Only the lines from the one that contains "run lies off" through the last line of the records should appear, each printed exactly as it is.

**** EXTRACTED RECORDS ****

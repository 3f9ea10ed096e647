import { z } from "zod";
import { estimate, flag, level, measured, rateConstant, reading } from "../estimate.schema";

/** Points that one call may bring; longer traces belong in a study, which parses them off the request path. */
const MAX_POINTS = 200_000;

const endSignal = z.discriminatedUnion("kind", [
  z.object({ kind: z.literal("zero") }),
  z.object({ kind: z.literal("free") }),
  z.object({
    kind: z.literal("known"),
    value: reading,
    standardUncertainty: measured.nonnegative(),
  }),
]);

export const integratedLawRequest = z
  .object({
    time: z.array(reading).max(MAX_POINTS).meta({ description: "Strictly increasing, in any one unit." }),
    signal: z
      .array(reading)
      .max(MAX_POINTS)
      .meta({ description: "Same length as `time`; falling or rising." }),
    order: z
      .union([z.number().min(-2).max(5), z.literal("free")])
      .meta({ description: "The order at which the law is held, or `free`." }),
    endSignal: endSignal.optional().meta({
      description:
        "Signal when the followed species is gone. `known` makes it one more observation with its own standard uncertainty (0: exact); `zero` says that nothing else shows; `free`, which also stands for an absent field, leaves it to the fit and is flagged.",
    }),
    timeZero: reading.optional().meta({
      description:
        "Time of mixing, in the unit of `time`; `initialSignal` and `halfLife` count from there. 0 by default.",
    }),
    signalUnit: z.enum(["mol/L", "mmol/L", "umol/L", "mmHg"]).optional().meta({
      description: "For the unit of k in words, where the signal is a concentration or a pressure.",
    }),
    timeUnit: z.enum(["s", "min", "h"]).optional().meta({ description: "For the unit of k in words." }),
    level: level.optional(),
  })
  .meta({ id: "IntegratedLawRequest" });

export const integratedLawResponse = z
  .object({
    order: estimate.meta({ description: "A held order has no standard error and no interval." }),
    rateConstant: rateConstant.meta({
      description:
        "k of −dy/dt = k·yⁿ, y the distance of the signal from its end: on the signal's own scale, and with no stoichiometric number divided out.",
    }),
    logRateConstant: estimate.meta({ description: "Natural logarithm of k in that unit." }),
    initialSignal: estimate.meta({ description: "At the time of mixing, extrapolated where need be." }),
    endSignal: estimate.meta({ description: "An end that is taken as exact has no standard error." }),
    halfLife: estimate.meta({
      description:
        "From mixing until half of the distance from the end is gone; depends on the start unless n = 1.",
    }),
    conversion: z.number().nullable().meta({ description: "At the last reading." }),
    residualStandardDeviation: z.number().nullable().meta({ description: "In signal." }),
    degreesOfFreedom: z.number(),
    autocorrelation: z.number().meta({ description: "Lag-one autocorrelation ρ of the residuals." }),
    effectivePoints: z.number().meta({ description: "n(1−ρ)/(1+ρ)." }),
    points: z.number().int().meta({ description: "Readings at or after mixing." }),
    aicc: z.number().nullable().meta({
      description: "Compares orders on the same readings; null for too few of them.",
    }),
    orderStandardError: z.number().nullable().meta({
      description: "Of the order where it is free, or of what a held one would have if it were.",
    }),
    endConflict: z.number().nullable().meta({
      description:
        "Free end less stated end, in standard uncertainties; null where none is stated or the readings show none.",
    }),
    lackOfFit: z
      .object({ ratio: z.number(), above: z.number(), below: z.number(), pValue: z.number() })
      .nullable()
      .meta({
        description: "F of a smooth pattern in the residuals, its degrees of freedom and its p-value.",
      }),
    flags: z.array(flag),
  })
  .meta({ id: "IntegratedLawResponse" });

export type IntegratedLawRequest = z.infer<typeof integratedLawRequest>;
export type IntegratedLawResponse = z.infer<typeof integratedLawResponse>;
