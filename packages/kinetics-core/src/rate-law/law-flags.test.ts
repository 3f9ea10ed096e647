import { labelOf } from "kinetics-core/simulation";
import { describe, expect, it } from "vitest";
import { fitRateLaw } from "./fit-rate-law";

/** Rates k·cⁿ at c = 1, 2, 4 …, each times its own factor. */
function flagsOf(order: number, factors: readonly number[]) {
  const fit = fitRateLaw({
    species: ["A"],
    runs: factors.map((factor, j) => ({
      label: labelOf(j),
      concentrations: { A: 2 ** j },
      rate: 3 * 2 ** (j * order) * factor,
    })),
  });
  if (fit.status !== "fitted") throw new Error(fit.message);
  return fit.flags;
}

const messageOf = (code: string, order: number, factors: readonly number[]) =>
  flagsOf(order, factors).find((flag) => flag.code === code)?.message;

describe("findings on a law as a whole", () => {
  it("name a table that is exact even where only the simple orders leave freedom to see it", () => {
    expect(messageOf("exact-table", 1, [1, 1])).toContain("say nothing about a measurement");
    expect(messageOf("exact-table", 1, [1, 1.02])).toBeUndefined();
    expect(messageOf("exact-table", 1, [1, 1, 1])).toContain("say nothing about a measurement");
    expect(messageOf("exact-table", 1, [1, 1.02, 1])).toBeUndefined();
  });

  it("say how far a run lies off in percent, and in factors where percents say nothing", () => {
    const off = (factor: number) =>
      messageOf("influential-run", 1, [1.01, 0.99, 1.01, factor, 0.99, 1.01, 0.99, 1, 1.01]);
    expect(off(1.3)).toMatch(/^R04 lies \d\d % above the law, /);
    expect(off(0.01)).toMatch(/^R04 lies a factor of \d+ below the law, /);
    expect(off(1e25)).toMatch(/^R04 lies a factor of \S+ × 10\S+ above the law, /);
  });

  it("print the limits of an order with places enough to tell them apart", () => {
    const factors = [1, 1.00002, 0.99999, 1.00001, 0.99998];
    const [, low, high] =
      /lies between ([\d.]+) and ([\d.]+), which/.exec(messageOf("order-not-simple", 0.98, factors) ?? "") ??
      [];
    expect(Number(low)).toBeLessThan(0.98);
    expect(Number(high)).toBeGreaterThan(0.98);
    expect(Number(high) - Number(low)).toBeLessThan(1e-3);
    expect(messageOf("order-not-simple", 0.8, [1, 1.02, 0.99, 1.01, 0.98])).toMatch(
      /between 0\.\d{2,3} and 0\.\d{2,3},/,
    );
  });
});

****

### ANSWER SPACE
  it("say how far a run lies off in percent, and in factors where percents say nothing", () => {
    const off = (factor: number) =>
      messageOf("influential-run", 1, [1.01, 0.99, 1.01, factor, 0.99, 1.01, 0.99, 1, 1.01]);
    expect(off(1.3)).toMatch(/^R04 lies \d\d % above the law, /);
    expect(off(0.01)).toMatch(/^R04 lies a factor of \d+ below the law, /);
    expect(off(1e25)).toMatch(/^R04 lies a factor of \S+ × 10\S+ above the law, /);
  });

  it("print the limits of an order with places enough to tell them apart", () => {
    const factors = [1, 1.00002, 0.99999, 1.00001, 0.99998];
    const [, low, high] =
      /lies between ([\d.]+) and ([\d.]+), which/.exec(messageOf("order-not-simple", 0.98, factors) ?? "") ??
      [];
    expect(Number(low)).toBeLessThan(0.98);
    expect(Number(high)).toBeGreaterThan(0.98);
    expect(Number(high) - Number(low)).toBeLessThan(1e-3);
    expect(messageOf("order-not-simple", 0.8, [1, 1.02, 0.99, 1.01, 0.98])).toMatch(
      /between 0\.\d{2,3} and 0\.\d{2,3},/,
    );
  });
});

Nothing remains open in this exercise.